BRIEF> Using the records below, repeat exactly the lines from the one holding "from slip.friction.model import" through the one holding "STUCK, TINY = 1e6, 1e-300", both ends included, and no others.

------------------------------------------------

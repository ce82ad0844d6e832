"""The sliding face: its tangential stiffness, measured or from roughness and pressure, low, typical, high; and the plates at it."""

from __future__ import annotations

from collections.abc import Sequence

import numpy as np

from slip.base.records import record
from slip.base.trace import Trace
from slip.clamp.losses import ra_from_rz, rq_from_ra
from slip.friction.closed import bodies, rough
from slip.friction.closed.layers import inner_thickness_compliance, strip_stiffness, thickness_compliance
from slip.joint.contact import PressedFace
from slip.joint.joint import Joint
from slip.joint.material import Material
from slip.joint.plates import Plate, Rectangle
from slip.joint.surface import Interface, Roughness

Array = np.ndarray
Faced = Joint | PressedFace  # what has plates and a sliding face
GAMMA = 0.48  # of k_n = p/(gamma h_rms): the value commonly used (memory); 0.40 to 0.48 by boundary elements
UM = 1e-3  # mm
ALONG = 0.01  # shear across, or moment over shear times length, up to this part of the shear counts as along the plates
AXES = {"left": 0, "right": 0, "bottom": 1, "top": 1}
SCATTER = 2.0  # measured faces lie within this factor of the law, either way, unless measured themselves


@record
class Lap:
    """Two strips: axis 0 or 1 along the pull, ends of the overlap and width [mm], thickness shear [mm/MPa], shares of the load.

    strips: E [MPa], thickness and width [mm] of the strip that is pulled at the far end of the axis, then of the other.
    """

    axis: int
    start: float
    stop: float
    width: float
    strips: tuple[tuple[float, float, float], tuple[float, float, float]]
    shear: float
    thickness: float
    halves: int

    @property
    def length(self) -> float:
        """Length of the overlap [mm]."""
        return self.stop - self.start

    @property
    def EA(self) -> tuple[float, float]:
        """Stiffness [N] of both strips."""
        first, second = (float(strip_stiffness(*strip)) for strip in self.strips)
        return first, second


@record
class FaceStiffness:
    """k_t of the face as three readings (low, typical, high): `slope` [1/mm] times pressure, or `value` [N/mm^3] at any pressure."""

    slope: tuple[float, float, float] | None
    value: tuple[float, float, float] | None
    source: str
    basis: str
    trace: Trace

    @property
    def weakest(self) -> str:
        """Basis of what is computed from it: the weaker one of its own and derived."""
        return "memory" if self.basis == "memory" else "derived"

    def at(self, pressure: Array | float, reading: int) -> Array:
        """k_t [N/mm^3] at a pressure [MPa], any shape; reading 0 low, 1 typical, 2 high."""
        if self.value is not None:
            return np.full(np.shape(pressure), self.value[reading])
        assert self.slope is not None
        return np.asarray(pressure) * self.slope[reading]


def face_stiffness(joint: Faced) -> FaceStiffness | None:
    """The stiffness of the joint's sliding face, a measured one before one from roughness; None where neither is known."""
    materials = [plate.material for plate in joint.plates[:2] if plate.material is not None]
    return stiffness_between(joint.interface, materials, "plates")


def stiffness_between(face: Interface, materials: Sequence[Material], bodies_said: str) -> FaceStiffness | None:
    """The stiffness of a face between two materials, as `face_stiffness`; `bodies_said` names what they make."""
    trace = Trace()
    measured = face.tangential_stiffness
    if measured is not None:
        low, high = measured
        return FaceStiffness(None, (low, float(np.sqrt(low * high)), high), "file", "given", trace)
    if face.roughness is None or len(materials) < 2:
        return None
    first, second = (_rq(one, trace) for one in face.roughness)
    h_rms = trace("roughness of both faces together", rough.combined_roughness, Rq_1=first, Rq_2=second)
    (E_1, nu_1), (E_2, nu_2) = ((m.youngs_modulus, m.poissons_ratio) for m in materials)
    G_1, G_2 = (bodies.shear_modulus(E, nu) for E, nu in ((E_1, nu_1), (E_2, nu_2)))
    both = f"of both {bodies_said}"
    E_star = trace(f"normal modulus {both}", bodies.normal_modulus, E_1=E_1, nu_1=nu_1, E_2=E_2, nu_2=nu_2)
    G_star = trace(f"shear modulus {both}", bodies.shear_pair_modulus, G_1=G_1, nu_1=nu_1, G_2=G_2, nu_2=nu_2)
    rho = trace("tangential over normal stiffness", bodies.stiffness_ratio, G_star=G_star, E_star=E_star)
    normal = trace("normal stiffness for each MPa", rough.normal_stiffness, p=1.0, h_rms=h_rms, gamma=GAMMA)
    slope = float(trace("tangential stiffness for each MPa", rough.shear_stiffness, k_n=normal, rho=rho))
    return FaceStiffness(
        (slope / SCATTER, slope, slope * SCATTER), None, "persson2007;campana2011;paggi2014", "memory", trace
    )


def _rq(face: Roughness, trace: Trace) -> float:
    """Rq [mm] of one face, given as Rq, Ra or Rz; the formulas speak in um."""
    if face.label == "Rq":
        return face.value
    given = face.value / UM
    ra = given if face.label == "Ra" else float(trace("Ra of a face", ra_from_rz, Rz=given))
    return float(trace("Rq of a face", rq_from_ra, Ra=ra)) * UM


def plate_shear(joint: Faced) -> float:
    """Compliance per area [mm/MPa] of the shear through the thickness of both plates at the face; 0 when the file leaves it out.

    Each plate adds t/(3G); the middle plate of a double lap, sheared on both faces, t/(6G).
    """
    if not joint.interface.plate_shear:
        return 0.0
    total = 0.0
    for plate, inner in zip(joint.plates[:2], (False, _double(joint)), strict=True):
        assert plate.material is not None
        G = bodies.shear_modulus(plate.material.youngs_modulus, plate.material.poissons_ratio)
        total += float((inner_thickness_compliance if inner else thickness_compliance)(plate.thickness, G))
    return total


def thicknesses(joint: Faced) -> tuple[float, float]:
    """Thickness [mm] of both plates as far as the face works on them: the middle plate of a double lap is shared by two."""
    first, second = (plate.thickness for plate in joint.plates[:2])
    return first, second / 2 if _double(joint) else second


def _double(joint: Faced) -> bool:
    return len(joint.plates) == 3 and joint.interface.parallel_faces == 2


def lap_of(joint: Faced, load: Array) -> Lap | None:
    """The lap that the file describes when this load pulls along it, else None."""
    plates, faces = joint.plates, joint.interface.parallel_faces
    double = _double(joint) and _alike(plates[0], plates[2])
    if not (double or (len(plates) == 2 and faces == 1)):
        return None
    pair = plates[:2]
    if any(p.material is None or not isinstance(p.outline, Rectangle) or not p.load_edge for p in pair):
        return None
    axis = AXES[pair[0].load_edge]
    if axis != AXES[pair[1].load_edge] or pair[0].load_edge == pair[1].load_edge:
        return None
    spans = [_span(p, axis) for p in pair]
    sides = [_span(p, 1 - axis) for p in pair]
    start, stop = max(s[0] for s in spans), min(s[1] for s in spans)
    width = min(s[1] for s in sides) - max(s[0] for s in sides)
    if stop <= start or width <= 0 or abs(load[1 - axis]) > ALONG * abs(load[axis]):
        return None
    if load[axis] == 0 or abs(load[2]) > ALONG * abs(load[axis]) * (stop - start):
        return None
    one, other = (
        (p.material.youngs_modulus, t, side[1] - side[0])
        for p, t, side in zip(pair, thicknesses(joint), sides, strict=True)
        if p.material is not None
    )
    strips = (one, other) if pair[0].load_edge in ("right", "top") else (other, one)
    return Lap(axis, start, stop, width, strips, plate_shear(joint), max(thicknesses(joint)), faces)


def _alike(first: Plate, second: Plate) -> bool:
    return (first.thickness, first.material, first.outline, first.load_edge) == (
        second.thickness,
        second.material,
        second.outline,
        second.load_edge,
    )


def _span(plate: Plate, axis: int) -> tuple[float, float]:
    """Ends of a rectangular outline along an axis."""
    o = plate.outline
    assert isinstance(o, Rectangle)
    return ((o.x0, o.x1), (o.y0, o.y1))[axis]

------------------------------------------------

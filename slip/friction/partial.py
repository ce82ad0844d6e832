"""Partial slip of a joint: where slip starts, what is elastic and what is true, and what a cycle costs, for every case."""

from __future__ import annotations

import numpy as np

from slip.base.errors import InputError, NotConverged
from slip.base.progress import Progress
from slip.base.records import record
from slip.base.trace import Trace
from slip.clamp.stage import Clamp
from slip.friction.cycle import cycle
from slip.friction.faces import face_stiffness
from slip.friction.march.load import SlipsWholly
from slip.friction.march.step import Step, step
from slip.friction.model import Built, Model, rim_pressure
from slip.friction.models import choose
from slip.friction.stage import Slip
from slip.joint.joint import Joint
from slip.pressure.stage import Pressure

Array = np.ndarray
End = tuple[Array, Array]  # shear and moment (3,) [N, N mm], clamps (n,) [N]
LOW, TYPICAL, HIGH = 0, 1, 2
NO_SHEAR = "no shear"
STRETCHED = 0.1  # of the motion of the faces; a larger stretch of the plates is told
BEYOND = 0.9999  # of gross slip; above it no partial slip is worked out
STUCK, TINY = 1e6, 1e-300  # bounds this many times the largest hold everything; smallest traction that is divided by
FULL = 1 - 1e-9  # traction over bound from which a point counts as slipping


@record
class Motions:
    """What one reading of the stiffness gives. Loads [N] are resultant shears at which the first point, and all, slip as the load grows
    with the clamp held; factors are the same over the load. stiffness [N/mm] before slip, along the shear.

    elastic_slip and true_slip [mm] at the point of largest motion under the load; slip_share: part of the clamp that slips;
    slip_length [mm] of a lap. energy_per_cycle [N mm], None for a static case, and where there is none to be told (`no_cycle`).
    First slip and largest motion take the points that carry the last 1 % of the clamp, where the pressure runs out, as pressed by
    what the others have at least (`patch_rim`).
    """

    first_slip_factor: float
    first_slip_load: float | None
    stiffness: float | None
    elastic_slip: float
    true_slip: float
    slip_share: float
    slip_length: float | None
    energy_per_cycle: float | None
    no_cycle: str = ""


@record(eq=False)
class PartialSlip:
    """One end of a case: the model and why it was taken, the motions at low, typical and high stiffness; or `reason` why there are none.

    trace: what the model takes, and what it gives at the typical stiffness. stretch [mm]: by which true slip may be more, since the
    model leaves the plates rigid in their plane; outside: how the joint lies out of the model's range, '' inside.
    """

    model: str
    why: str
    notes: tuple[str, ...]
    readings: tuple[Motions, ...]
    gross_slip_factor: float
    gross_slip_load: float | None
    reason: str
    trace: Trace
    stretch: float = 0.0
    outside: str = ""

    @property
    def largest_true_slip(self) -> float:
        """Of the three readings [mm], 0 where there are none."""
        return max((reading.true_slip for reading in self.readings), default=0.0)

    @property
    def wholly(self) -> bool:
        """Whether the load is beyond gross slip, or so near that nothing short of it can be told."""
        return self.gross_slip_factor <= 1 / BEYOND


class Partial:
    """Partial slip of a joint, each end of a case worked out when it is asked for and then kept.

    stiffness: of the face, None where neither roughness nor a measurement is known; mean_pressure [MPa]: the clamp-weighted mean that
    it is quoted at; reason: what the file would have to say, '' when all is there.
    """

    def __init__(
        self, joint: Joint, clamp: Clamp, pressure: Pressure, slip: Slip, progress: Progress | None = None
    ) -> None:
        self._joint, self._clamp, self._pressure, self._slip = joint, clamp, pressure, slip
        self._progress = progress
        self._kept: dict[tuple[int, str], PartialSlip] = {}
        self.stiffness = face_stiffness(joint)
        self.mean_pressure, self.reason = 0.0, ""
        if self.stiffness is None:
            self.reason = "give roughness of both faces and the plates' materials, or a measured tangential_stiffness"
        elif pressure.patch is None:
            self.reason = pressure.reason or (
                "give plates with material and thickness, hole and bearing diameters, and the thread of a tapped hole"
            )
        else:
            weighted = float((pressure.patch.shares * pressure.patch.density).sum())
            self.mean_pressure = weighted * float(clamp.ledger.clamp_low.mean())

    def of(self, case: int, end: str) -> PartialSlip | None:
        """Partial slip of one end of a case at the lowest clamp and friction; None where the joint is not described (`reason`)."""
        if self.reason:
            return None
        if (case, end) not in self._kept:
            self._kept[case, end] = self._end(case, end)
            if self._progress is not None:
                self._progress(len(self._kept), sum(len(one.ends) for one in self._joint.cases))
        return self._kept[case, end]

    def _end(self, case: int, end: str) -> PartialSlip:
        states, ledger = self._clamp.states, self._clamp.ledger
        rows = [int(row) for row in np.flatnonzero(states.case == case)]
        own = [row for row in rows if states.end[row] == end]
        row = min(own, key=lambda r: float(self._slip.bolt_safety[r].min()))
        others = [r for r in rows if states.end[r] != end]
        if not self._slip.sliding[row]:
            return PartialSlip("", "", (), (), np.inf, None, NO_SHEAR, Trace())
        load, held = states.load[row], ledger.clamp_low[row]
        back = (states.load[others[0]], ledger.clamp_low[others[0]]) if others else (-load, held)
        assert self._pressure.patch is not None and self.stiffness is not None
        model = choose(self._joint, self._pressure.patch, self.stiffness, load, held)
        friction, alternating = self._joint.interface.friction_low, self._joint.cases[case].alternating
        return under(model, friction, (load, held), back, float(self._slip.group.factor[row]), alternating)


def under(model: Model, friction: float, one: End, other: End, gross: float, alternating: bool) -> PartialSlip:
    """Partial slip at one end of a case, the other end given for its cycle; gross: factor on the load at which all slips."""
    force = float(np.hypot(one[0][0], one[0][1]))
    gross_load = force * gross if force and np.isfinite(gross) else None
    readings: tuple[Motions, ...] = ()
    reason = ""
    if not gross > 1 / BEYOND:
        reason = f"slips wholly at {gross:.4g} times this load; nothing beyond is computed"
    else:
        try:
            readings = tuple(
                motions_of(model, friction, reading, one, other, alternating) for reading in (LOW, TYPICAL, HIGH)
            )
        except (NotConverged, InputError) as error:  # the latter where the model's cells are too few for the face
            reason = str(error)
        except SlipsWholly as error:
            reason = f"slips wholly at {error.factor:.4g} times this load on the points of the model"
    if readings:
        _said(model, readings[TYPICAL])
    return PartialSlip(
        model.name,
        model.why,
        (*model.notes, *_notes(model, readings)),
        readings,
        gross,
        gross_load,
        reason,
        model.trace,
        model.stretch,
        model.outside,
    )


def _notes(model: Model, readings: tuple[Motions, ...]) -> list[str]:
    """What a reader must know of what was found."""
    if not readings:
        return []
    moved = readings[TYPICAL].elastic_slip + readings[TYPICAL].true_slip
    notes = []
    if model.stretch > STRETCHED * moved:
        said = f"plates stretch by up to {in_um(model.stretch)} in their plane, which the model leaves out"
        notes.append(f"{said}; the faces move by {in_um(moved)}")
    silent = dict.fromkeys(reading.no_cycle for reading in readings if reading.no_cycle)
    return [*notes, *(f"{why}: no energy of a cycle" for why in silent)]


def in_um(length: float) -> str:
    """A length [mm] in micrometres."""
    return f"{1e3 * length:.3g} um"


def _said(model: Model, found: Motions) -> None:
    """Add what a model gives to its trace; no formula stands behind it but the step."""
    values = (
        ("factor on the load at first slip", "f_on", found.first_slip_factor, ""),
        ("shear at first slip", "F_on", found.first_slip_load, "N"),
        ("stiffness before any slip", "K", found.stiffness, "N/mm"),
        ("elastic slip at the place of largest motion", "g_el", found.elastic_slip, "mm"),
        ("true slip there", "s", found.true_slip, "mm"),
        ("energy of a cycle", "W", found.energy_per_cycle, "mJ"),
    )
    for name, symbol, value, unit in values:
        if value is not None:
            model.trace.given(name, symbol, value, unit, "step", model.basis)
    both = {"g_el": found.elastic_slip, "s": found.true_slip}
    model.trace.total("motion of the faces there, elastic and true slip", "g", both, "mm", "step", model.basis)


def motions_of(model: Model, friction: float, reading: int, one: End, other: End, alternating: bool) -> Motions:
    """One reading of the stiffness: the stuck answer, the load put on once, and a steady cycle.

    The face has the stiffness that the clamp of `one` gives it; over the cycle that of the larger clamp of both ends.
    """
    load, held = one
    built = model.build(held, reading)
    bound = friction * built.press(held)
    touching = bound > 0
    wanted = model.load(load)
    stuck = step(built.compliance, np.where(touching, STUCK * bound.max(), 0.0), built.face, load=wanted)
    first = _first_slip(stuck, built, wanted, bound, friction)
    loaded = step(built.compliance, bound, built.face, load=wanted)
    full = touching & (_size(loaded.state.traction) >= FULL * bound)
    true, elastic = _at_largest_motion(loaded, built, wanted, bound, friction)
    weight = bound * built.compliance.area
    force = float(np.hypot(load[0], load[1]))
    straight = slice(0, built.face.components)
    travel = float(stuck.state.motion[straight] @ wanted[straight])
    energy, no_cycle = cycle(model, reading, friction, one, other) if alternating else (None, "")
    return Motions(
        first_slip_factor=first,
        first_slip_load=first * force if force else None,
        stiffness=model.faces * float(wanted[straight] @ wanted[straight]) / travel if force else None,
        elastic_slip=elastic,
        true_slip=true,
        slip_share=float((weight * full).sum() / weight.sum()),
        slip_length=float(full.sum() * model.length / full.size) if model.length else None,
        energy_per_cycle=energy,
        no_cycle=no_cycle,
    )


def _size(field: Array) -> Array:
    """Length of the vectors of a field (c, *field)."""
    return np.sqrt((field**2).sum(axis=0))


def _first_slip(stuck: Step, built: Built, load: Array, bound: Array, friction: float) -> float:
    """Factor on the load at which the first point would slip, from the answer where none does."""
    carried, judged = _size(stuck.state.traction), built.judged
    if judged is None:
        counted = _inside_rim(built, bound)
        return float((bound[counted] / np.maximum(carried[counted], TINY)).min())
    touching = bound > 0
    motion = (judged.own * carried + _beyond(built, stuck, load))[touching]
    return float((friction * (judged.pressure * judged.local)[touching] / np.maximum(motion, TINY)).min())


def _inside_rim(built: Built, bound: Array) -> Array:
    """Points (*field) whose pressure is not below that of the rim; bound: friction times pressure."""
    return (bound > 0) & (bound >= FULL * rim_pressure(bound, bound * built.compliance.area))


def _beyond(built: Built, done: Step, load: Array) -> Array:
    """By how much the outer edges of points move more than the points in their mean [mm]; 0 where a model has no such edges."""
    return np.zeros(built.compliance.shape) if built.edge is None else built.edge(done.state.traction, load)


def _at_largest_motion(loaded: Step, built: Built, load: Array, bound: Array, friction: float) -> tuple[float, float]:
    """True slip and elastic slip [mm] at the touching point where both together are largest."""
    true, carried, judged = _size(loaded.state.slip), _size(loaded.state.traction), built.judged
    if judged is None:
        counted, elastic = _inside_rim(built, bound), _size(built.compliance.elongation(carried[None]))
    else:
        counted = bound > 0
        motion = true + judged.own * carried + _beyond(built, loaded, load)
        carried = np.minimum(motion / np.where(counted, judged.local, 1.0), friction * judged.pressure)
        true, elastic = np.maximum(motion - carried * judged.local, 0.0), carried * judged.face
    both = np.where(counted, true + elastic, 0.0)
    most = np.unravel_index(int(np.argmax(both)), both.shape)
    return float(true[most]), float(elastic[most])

------------------------------------------------

EXPECTED ANSWER>
from slip.friction.model import Built, Model, rim_pressure
from slip.friction.models import choose
from slip.friction.stage import Slip
from slip.joint.joint import Joint
from slip.pressure.stage import Pressure

Array = np.ndarray
End = tuple[Array, Array]  # shear and moment (3,) [N, N mm], clamps (n,) [N]
LOW, TYPICAL, HIGH = 0, 1, 2
NO_SHEAR = "no shear"
STRETCHED = 0.1  # of the motion of the faces; a larger stretch of the plates is told
BEYOND = 0.9999  # of gross slip; above it no partial slip is worked out
STUCK, TINY = 1e6, 1e-300  # bounds this many times the largest hold everything; smallest traction that is divided by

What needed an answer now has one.